**WHAT IS BEING ASKED:** Your task is to count the lines of the entries below that include the word "acknowledged" and to give only the resulting number.

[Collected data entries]
═══
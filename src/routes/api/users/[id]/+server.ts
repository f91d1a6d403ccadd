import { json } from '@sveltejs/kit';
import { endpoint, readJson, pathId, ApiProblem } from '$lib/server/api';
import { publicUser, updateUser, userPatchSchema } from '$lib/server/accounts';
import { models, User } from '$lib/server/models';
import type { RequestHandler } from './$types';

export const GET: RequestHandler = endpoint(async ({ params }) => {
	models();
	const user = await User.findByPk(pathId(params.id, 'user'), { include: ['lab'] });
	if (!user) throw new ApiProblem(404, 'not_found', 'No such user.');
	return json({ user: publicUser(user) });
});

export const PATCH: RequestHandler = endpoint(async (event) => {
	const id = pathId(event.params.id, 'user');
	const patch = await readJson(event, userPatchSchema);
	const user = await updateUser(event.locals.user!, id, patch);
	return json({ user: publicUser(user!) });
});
═══
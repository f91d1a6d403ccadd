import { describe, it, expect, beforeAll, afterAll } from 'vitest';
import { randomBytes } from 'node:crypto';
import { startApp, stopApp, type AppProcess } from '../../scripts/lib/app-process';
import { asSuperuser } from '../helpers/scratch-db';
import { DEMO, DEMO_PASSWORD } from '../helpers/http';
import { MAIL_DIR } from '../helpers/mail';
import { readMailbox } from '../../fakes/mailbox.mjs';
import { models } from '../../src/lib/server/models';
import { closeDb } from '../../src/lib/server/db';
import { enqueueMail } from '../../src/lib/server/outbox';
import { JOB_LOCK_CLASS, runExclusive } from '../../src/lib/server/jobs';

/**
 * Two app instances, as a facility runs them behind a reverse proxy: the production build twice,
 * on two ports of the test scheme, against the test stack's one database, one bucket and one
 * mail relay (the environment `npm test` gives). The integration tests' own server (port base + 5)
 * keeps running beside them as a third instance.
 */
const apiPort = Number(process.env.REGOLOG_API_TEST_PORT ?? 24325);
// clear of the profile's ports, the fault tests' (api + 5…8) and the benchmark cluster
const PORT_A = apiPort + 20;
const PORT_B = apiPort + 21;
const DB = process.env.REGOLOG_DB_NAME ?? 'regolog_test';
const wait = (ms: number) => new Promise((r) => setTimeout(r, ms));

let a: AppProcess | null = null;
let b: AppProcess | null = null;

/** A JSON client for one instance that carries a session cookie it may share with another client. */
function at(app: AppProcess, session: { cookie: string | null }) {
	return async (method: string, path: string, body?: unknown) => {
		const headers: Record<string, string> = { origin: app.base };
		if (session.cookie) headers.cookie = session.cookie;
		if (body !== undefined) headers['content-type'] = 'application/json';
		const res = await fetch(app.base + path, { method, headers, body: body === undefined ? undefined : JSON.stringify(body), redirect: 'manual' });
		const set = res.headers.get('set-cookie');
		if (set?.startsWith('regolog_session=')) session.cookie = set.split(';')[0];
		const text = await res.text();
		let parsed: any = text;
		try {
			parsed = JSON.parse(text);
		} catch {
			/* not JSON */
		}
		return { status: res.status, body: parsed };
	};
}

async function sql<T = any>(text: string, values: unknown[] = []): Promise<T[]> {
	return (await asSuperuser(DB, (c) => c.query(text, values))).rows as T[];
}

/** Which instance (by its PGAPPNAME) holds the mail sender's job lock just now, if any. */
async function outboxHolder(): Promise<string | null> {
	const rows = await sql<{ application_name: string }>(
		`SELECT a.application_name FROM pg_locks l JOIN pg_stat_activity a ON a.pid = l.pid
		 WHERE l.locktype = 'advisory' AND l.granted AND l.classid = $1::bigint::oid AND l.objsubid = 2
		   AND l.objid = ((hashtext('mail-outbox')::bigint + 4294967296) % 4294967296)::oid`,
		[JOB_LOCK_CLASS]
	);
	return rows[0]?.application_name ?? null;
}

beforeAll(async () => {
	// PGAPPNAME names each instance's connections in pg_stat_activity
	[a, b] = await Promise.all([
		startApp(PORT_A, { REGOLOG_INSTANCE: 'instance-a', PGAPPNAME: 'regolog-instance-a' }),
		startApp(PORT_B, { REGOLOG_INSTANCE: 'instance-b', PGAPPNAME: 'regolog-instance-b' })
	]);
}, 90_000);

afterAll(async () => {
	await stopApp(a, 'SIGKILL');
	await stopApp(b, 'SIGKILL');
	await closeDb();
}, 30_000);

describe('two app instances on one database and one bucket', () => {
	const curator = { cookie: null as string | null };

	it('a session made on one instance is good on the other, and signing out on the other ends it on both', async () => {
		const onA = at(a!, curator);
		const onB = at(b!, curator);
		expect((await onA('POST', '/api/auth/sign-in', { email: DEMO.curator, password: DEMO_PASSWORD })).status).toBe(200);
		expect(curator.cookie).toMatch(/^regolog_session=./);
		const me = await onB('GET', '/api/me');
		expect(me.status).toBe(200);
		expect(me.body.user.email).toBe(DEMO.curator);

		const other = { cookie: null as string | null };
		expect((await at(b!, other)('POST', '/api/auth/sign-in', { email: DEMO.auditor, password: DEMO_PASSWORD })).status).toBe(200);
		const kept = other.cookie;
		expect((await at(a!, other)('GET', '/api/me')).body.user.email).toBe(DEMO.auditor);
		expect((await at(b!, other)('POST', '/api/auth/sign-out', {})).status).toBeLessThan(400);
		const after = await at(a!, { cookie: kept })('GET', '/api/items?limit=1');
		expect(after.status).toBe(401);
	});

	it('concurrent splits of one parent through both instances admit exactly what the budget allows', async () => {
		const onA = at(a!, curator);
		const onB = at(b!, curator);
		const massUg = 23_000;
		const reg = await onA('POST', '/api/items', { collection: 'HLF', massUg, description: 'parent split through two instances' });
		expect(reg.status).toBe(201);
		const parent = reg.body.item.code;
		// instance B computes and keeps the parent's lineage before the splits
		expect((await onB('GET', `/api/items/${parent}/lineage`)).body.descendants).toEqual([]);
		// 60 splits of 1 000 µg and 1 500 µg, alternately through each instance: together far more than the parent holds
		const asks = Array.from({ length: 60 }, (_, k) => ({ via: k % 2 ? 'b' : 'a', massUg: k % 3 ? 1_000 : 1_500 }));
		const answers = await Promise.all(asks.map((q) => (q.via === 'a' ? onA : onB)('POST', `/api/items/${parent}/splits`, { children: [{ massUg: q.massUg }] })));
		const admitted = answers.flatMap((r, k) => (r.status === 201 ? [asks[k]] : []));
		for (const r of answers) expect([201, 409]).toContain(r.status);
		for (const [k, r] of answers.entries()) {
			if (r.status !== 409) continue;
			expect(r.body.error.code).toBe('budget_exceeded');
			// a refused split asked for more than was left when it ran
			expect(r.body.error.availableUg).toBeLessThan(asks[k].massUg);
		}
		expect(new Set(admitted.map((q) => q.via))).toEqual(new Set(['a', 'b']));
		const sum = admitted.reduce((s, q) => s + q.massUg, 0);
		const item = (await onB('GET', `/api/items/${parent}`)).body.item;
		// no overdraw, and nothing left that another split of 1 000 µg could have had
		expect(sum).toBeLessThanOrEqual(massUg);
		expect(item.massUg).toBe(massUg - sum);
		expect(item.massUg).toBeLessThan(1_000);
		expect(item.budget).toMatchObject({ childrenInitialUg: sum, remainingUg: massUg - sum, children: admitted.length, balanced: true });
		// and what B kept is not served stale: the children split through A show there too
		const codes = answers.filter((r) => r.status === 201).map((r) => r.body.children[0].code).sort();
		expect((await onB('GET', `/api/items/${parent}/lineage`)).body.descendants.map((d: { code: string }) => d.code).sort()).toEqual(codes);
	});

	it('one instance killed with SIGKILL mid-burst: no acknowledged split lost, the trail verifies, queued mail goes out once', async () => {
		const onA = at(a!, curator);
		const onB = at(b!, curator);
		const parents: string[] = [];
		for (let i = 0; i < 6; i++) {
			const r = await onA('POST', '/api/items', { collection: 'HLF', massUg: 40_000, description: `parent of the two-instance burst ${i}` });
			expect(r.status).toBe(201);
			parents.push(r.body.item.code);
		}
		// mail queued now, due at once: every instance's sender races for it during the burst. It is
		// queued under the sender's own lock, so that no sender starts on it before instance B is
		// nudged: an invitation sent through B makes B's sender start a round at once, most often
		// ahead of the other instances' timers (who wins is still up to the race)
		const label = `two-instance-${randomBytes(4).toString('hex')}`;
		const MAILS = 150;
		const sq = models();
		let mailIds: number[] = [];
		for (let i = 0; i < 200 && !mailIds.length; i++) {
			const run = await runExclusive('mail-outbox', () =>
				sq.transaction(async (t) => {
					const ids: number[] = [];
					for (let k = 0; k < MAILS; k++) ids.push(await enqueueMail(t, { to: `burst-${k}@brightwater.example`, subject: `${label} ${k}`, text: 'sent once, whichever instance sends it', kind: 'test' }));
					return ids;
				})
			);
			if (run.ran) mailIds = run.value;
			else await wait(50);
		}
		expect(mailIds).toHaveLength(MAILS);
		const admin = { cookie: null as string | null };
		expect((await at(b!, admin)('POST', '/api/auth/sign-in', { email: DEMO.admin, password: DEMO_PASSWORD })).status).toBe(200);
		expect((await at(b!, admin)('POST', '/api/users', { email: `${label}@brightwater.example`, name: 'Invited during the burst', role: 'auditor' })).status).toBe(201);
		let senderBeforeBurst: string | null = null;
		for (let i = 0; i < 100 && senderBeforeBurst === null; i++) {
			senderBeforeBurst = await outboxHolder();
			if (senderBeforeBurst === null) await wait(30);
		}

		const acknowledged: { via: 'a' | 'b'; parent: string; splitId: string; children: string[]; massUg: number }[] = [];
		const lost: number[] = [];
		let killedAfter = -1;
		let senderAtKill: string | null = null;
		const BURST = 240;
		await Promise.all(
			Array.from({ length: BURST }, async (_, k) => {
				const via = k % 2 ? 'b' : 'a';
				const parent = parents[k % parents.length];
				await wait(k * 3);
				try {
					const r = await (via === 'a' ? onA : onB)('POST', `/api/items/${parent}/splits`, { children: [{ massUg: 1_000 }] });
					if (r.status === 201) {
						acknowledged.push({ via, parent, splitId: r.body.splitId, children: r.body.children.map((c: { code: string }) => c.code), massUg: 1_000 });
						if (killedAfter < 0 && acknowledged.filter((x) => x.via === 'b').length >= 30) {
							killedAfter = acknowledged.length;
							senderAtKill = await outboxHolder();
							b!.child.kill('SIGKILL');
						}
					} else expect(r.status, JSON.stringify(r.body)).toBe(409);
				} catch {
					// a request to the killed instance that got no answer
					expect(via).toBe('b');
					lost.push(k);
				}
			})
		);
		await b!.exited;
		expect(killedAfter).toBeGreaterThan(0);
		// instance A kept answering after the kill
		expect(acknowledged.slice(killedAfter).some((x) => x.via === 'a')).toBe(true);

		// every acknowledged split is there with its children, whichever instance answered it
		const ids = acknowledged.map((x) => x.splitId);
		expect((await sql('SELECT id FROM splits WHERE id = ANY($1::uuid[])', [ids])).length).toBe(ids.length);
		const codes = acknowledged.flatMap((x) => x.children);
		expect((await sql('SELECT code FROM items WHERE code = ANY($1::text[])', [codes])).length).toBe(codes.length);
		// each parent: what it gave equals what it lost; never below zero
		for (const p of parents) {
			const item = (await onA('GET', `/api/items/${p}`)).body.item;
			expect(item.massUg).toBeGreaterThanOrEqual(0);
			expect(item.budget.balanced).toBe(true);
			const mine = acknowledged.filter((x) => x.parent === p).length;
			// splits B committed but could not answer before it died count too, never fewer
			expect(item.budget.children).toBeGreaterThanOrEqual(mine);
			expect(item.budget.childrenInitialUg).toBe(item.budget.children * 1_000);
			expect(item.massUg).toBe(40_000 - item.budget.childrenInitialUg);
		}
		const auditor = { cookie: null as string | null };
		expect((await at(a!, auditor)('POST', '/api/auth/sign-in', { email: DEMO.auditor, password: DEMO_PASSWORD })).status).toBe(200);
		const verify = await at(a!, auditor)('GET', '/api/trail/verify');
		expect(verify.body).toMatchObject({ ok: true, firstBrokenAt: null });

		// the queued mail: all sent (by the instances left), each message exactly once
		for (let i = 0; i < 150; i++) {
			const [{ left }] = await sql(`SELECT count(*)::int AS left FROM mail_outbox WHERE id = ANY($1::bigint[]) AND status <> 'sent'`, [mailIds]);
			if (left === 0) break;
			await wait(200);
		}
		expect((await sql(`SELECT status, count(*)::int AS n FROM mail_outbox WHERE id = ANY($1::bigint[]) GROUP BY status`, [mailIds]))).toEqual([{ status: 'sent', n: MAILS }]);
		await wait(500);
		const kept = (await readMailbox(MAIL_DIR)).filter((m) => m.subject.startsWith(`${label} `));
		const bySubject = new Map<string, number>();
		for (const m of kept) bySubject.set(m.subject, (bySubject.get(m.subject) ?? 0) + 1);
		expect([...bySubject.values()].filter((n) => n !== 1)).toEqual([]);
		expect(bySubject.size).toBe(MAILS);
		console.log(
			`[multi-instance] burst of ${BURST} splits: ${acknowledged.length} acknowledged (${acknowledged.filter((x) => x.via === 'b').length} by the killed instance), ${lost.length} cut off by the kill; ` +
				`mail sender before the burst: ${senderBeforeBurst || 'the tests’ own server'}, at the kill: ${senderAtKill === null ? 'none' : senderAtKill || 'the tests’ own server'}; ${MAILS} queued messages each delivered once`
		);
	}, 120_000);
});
═══
**EXERCISE SOLUTION:** 11